----- PROVIDED MATERIAL -----

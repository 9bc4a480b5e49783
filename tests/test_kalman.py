"""Steady-state Kalman filter gains and error covariances; noise intensities and their sampling.

References: scipy's Riccati and Lyapunov solvers used directly, the scalar filter of
reference case 21 (/work/shared/reference-cases.md), hand-derived integrals.
"""

import math

import numpy as np
import pytest
import scipy.linalg
from hypothesis import given, settings
from hypothesis import strategies as st

from gainboard.core import (
    EstimatorError,
    Plant,
    PlantError,
    design_kalman_estimator,
    discretize_zero_order_hold,
    estimator_noise,
    noise_intensities,
    parse_plant_text,
    sampled_noise_intensities,
)


def test_scalar_filter_error_covariance_is_root_two_minus_one():
    # Case 21: ẋ = −x + w, y = x + v, W = V = 1 → −2P + 1 − P² = 0, P = √2 − 1, L = P/V (derived).
    result = design_kalman_estimator(Plant(A=[[-1.0]], B=[[1.0]]), [[1.0]], [[1.0]])
    assert result.error_covariance[0, 0] == pytest.approx(math.sqrt(2.0) - 1.0, rel=1e-13)
    assert result.gain[0, 0] == pytest.approx(math.sqrt(2.0) - 1.0, rel=1e-13)
    assert result.error_poles[0].real == pytest.approx(-math.sqrt(2.0), rel=1e-13)  # −1 − L
    assert result.design == "steady-state Kalman filter" and result.riccati_residual < 1e-14


def _random_detectable(rng, n, p, sampled):
    A = rng.normal(size=(n, n))
    if sampled:
        A = A / max(1.0, np.max(np.abs(np.linalg.eigvals(A)))) * 1.2
    return Plant(A=A, B=rng.normal(size=(n, 1)), C=rng.normal(size=(p, n)), sample_time=0.1 if sampled else None)


def _random_noise(rng, n, p):
    G = rng.normal(size=(n, n))
    H = rng.normal(size=(p, p))
    return G @ G.T + 0.1 * np.eye(n), H @ H.T + 0.1 * np.eye(p)


@settings(max_examples=25, deadline=None)
@given(seed=st.integers(0, 2**32 - 1), n=st.integers(1, 5), p=st.integers(1, 3))
def test_continuous_kalman_gain_equals_scipy_riccati_solution_and_satisfies_the_lyapunov_equation(seed, n, p):
    rng = np.random.default_rng(seed)
    plant = _random_detectable(rng, n, min(p, n), sampled=False)
    W, V = _random_noise(rng, n, plant.output_count)
    result = design_kalman_estimator(plant, W, V)
    # scipy as the reference: the filter Riccati equation is the LQR equation of (Aᵀ, Cᵀ, W, V).
    P = scipy.linalg.solve_continuous_are(plant.A.T, plant.C.T, W, V)
    scale = 1 + np.linalg.norm(P)
    np.testing.assert_allclose(result.error_covariance, P, atol=1e-9 * scale)
    np.testing.assert_allclose(result.gain, P @ plant.C.T @ np.linalg.inv(V), atol=1e-9 * scale * np.linalg.norm(plant.C))
    # Error covariance of e' = (A − LC)e + w − Lv solves (A − LC)P + P(A − LC)ᵀ + W + LVLᵀ = 0 (Lyapunov).
    closed = plant.A - result.gain @ plant.C
    lyapunov = scipy.linalg.solve_continuous_lyapunov(closed, -(W + result.gain @ V @ result.gain.T))
    np.testing.assert_allclose(result.error_covariance, lyapunov, atol=1e-8 * scale)


@settings(max_examples=25, deadline=None)
@given(seed=st.integers(0, 2**32 - 1), n=st.integers(1, 5), p=st.integers(1, 3))
def test_sampled_kalman_gains_of_both_forms_equal_scipy_riccati_and_lyapunov_solutions(seed, n, p):
    rng = np.random.default_rng(seed)
    plant = _random_detectable(rng, n, min(p, n), sampled=True)
    W, V = _random_noise(rng, n, plant.output_count)
    A, C = plant.A, plant.C
    P = scipy.linalg.solve_discrete_are(A.T, C.T, W, V)  # scipy as the reference
    scale = 1 + np.linalg.norm(P)
    filter_gain = P @ C.T @ np.linalg.inv(C @ P @ C.T + V)
    prediction = design_kalman_estimator(plant, W, V, form="prediction")
    np.testing.assert_allclose(prediction.gain, A @ filter_gain, atol=1e-8 * scale * (1 + np.linalg.norm(A)))
    np.testing.assert_allclose(prediction.error_covariance, P, atol=1e-8 * scale)
    # Prediction error e[k+1] = (A − LC)e + w − Lv: P = (A − LC)P(A − LC)ᵀ + W + LVLᵀ (discrete Lyapunov).
    L = prediction.gain
    lyapunov = scipy.linalg.solve_discrete_lyapunov(A - L @ C, W + L @ V @ L.T)
    np.testing.assert_allclose(prediction.error_covariance, lyapunov, atol=1e-7 * scale)
    current = design_kalman_estimator(plant, W, V, form="current")
    np.testing.assert_allclose(current.gain, filter_gain, atol=1e-8 * scale)
    # Filtered error (I − LC)e⁻ − Lv: Joseph form P⁺ = (I − LC)P(I − LC)ᵀ + LVLᵀ (standard Kalman filter algebra).
    Lc = current.gain
    joseph = (np.eye(n) - Lc @ C) @ P @ (np.eye(n) - Lc @ C).T + Lc @ V @ Lc.T
    np.testing.assert_allclose(current.error_covariance, joseph, atol=1e-8 * scale)
    np.testing.assert_allclose(current.predicted_error_covariance, P, atol=1e-8 * scale)
    # both forms have the same error poles (eig(A − A Lc C) = eig(A − Lc C A), derived by hand)
    np.testing.assert_allclose(np.sort_complex(current.error_poles), np.sort_complex(prediction.error_poles),
                               atol=1e-8 * (1 + np.linalg.norm(A)))


def test_noise_is_taken_from_the_arguments_then_the_plant_then_the_stated_defaults():
    plant = Plant(A=[[-1.0, 0.0], [0.0, -2.0]], B=[[1.0], [1.0]], C=[[1.0, 1.0]],
                  noise=noise_intensities([2.0, 3.0], [0.5]))
    assert estimator_noise(plant).source == "W and V from the plant"
    mixed = estimator_noise(plant, measurement_noise=[[4.0]])
    assert mixed.measurement.tolist() == [[4.0]] and mixed.process.tolist() == [[2.0, 0.0], [0.0, 3.0]]
    bare = Plant(A=[[-1.0]], B=[[1.0]])
    result = design_kalman_estimator(bare)
    assert result.noise.process.tolist() == [[1.0]] and "placeholder" in result.note


def test_bad_noise_intensities_are_refused_with_what_to_fix():
    plant = Plant(A=[[-1.0, 0.0], [0.0, -2.0]], B=[[1.0], [1.0]], C=[[1.0, 1.0]])
    with pytest.raises(EstimatorError, match="positive semidefinite"):
        design_kalman_estimator(plant, [[1.0, 0.0], [0.0, -1.0]], [[1.0]])
    with pytest.raises(EstimatorError, match="positive definite"):
        design_kalman_estimator(plant, np.eye(2), [[0.0]])
    with pytest.raises(EstimatorError, match="must be symmetric"):
        design_kalman_estimator(plant, [[1.0, 0.5], [0.0, 1.0]], [[1.0]])
    with pytest.raises(EstimatorError, match="W is 3×3 but the plant has 2 states"):
        design_kalman_estimator(plant, np.eye(3), [[1.0]])
    with pytest.raises(EstimatorError, match="V is 2×2 but the plant has 1 outputs"):
        design_kalman_estimator(plant, np.eye(2), np.eye(2))
    with pytest.raises(EstimatorError, match="non-finite"):
        design_kalman_estimator(plant, [[1.0, 0.0], [0.0, float("nan")]], [[1.0]])
    with pytest.raises(EstimatorError, match="reduced-order"):
        design_kalman_estimator(plant, form="reduced-order")


def test_kalman_refuses_an_unstable_mode_no_output_sees_or_no_noise_reaches():
    hidden = Plant(A=[[-1.0, 0.0], [0.0, 2.0]], B=[[1.0], [1.0]], C=[[1.0, 0.0]])
    with pytest.raises(EstimatorError, match="not detectable"):
        design_kalman_estimator(hidden)
    quiet = Plant(A=[[-1.0, 0.0], [0.0, 2.0]], B=[[1.0], [1.0]], C=[[1.0, 1.0]])
    with pytest.raises(EstimatorError, match="no process noise reaches the mode"):
        design_kalman_estimator(quiet, [[1.0, 0.0], [0.0, 0.0]], [[1.0]])


def test_sampled_noise_of_a_first_order_lag_matches_the_integral_by_hand():
    # W_d = ∫₀ᵀ e^{−2aτ} W dτ = W (1 − e^{−2aT}) / (2a) (derived by hand); V_d = V / T (sensor averages over T).
    a, W, V, T = 2.0, 3.0, 0.4, 0.05
    sampled = sampled_noise_intensities(noise_intensities([[W]], [[V]]), [[-a]], T)
    assert sampled.process[0, 0] == pytest.approx(W * (1 - math.exp(-2 * a * T)) / (2 * a), rel=1e-12)
    assert sampled.measurement[0, 0] == pytest.approx(V / T, rel=1e-15)


def test_sampled_noise_of_a_double_integrator_matches_the_integral_by_hand():
    # e^{Aτ} = [[1, τ], [0, 1]]; W = diag(0, q): W_d = q [[T³/3, T²/2], [T²/2, T]] (derived by hand).
    q, T = 2.0, 0.1
    plant = Plant(A=[[0.0, 1.0], [0.0, 0.0]], B=[[0.0], [1.0]], C=[[1.0, 0.0]],
                  noise=noise_intensities([0.0, q], [1.0]))
    sampled = discretize_zero_order_hold(plant, T)
    np.testing.assert_allclose(sampled.noise.process, q * np.array([[T**3 / 3, T**2 / 2], [T**2 / 2, T]]), rtol=1e-12)
    assert "sampled with T = 0.1 s" in sampled.noise.source


def test_plant_refuses_noise_of_the_wrong_size():
    with pytest.raises(PlantError, match="noise intensities are for 1 states and 1 outputs"):
        Plant(A=np.eye(2), B=[[1.0], [0.0]], C=[[1.0, 0.0]], noise=noise_intensities([1.0], [1.0]))


def test_plant_file_noise_table_reads_diagonals_and_matrices():
    text = """
[model]
A = [[0.0, 1.0], [0.0, 0.0]]
B = [[0.0], [1.0]]
C = [[1.0, 0.0]]
[noise]
process = [0.0, 0.25]
measurement = [[0.0001]]
"""
    plant = parse_plant_text(text, "demo.toml")
    assert plant.noise.process.tolist() == [[0.0, 0.0], [0.0, 0.25]]
    assert plant.noise.measurement.tolist() == [[0.0001]]
    with pytest.raises(PlantError, match=r"demo.toml: \[noise\] has unknown key"):
        parse_plant_text(text.replace("measurement", "sensor"), "demo.toml")
    with pytest.raises(PlantError, match=r"\[noise\] needs both process and measurement"):
        parse_plant_text(text.replace("measurement = [[0.0001]]", ""), "demo.toml")
    with pytest.raises(PlantError, match="positive definite"):
        parse_plant_text(text.replace("[[0.0001]]", "[[-1.0]]"), "demo.toml")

-----

PROBLEM DETAILS —
The output must consist solely of the lines from the first line of the records through the line containing "import math", reproduced exactly.

RESULT FOR THIS TASK —
repository 9bc4a480b5e49783
filename tests/test_kalman.py
"""Steady-state Kalman filter gains and error covariances; noise intensities and their sampling.

References: scipy's Riccati and Lyapunov solvers used directly, the scalar filter of
reference case 21 (/work/shared/reference-cases.md), hand-derived integrals.
"""

import math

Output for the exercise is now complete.